In our study, the difference observed at the Wenckebach point in patients with the Gly389 allele would probably be related to decreased conduction and increased refractoriness of the atrioventricular node. The activity of L-type calcium channels in the AV nodal N cells determines the velocity of depolarization during the upstroke of an action potential. These calcium channels are further augmented by catecholamine activation of β1-adrenergic receptor mediated channel phosphorylation through enhanced cAMP production.Gly389 is a loss-of-function variant; consequently, for the same adrenergic stimulation, it produces reduced levels of adenyl cyclase and hence attenuates the β-adrenergic cascade and its downstream effect in cardiomyocytes, reducing gain in excitation-contraction coupling with catecholaminergic surge. Furthermore, the predicted effect of the Arg389Gly variant would be to slow conduction and increase refractoriness in the AV node [14].

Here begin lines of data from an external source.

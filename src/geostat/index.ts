export { MAX_NODES, type ParameterNode, parameterNodes } from './averaging/nodes.js';
export { type Baseline, meanBaseline, nearestBaseline, regressionBaseline } from './baselines.js';
export { spatialBlocks } from './blocks.js';
export { type FieldData, FieldSystem, PLACES_PER_BLOCK, type SharedFactor } from './blup.js';
export { type ConditioningSets, conditioningSets } from './conditioning-sets.js';
export {
  COVARIANCE_FAMILIES,
  type CovarianceFamily,
  correlation,
  correlationFunction,
  practicalRangeKm,
} from './covariance/families.js';
export { empiricalVariogram, type VariogramBin, type VariogramInput } from './empirical-variogram.js';
export {
  createGeometry,
  type FieldGeometry,
  ordinaryLeastSquares,
  scaledCondition,
  stationSubset,
} from './field-data.js';
export { type FieldFit, type FieldFitOptions, fitField } from './fit-field.js';
export { gaussianCdf, gaussianDensity, gaussianQuantile } from './gaussian.js';
export { predictFieldJointly, weightedAverage } from './joint.js';
export { leaveGroupOutField, leaveOneOutField } from './leave-one-out.js';
export { type Criterion, FieldLikelihood, type FieldParameters } from './likelihood.js';
export {
  CONDITIONING_NEIGHBOURS,
  type LocalSystem,
  localSystem,
  NearestStations,
  networkTrend,
} from './nearest-stations.js';
export {
  type LocalStations,
  NEIGHBOURHOOD_STATIONS,
  Neighbourhoods,
  type PlaceGroup,
  stationsAround,
} from './neighbourhoods.js';
export { findNeighbours, type Neighbours } from './neighbours.js';
export {
  arcFromChordKm,
  chordKm,
  distanceKm,
  EARTH_RADIUS_KM,
  greatCircleKm,
  type Metric,
  positionsOnSphereKm,
  writePositionKm,
} from './positions.js';
export { type BlupWorkspace, createBlupWorkspace, predictField } from './predict-field.js';
export { createLikelihood, type ProfiledLikelihood } from './profiled-likelihood.js';
export {
  type Coverage,
  coverageAt,
  crpsGaussian,
  logScoreGaussian,
  pitGaussian,
  type ScoredSeries,
  type Scores,
  scoreSeries,
  standardisedError,
} from './scores.js';
export type { FixedParameters } from './search-space.js';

The relationship between the Arg389Gly polymorphism and the higher BMI observed in our study can be explained by the role of the β1 adrenergic receptor in energy homeostasis. Ryden et al., contrary to the observed results, assessed the relationship between polymorphism and obesity, while failing to demonstrate the higher prevalence of polymorphism in obese patients in their study [20]. However, since the association of BMI and Arg389SNP is speculative, it’s possible that our results were incidental. More studies are necessary to confirm this association.

Certain results of the present study may have been influenced by the reduced sample size, which was less than the ideal number for a thorough genetic assessment, which even limited the assessment of the haplotypes. Other limitations of the study that may have influenced the results were the fact that it was conducted at a single center, in a geographically specific area and due to it being a cross-sectional study, it does not allow for the establishment of the cause and effect among the variables.

Conclusion

Our data enrich the knowledge on the association between patients with nodal reentry tachycardia and β1-adrenergic receptor genotypes. We observed that patients with the Gly389 allele had greater difficulty in triggering nodal reentry tachycardia, lower resting heart rate, longer Wenckebach period, and had a higher BMI. Although the association does not prove causality, biological plausibility exists in the findings presented.

Clinical competencies

The current work identifies the prevalence of Gly389Arg polymorphisms among patients with evidence of double nodal pathway and to correlate the electrophysiological properties with the different genotypes of the respective polymorphisms. Findings suggest that the presence of genetic polymorphisms, when assessed jointly, in patients with nodal reentry tachycardia may contribute to identifying patients with a higher propensity to trigger this type of arrhythmia. The genetic analysis and potential recognition of Arg389 allele carriers in patients with AVNRT could potentially identify those individuals with more susceptibility of arrhythmia induction and more able to answer to beta-blockers, thus providing useful information for the follow-up and clinical management.

Translational outlook

The results of this study should be seen as exploratory and should be used to generate additional hypotheses where additional studies involving other polymorphism risks may add information to genetic parameters and more clearly define the role of genetic polymorphisms in patients with tachyarrhythmia.

Informed consent

Informed consent was obtained from all individual participants included in the study.

Funding sources

This research did not receive any specific grant from funding agencies in the public, commercial, or not-for-profit sectors.

Author contributions

D.J.B. and G.G.L. participated in the study design. D.J.B. and G.G.L. performed the statistical analyses. All authors contributed to the interpretation of results, drafted the manuscript and approved the final manuscript.

Declaration of competing interest

The authors report no conflicts of interest.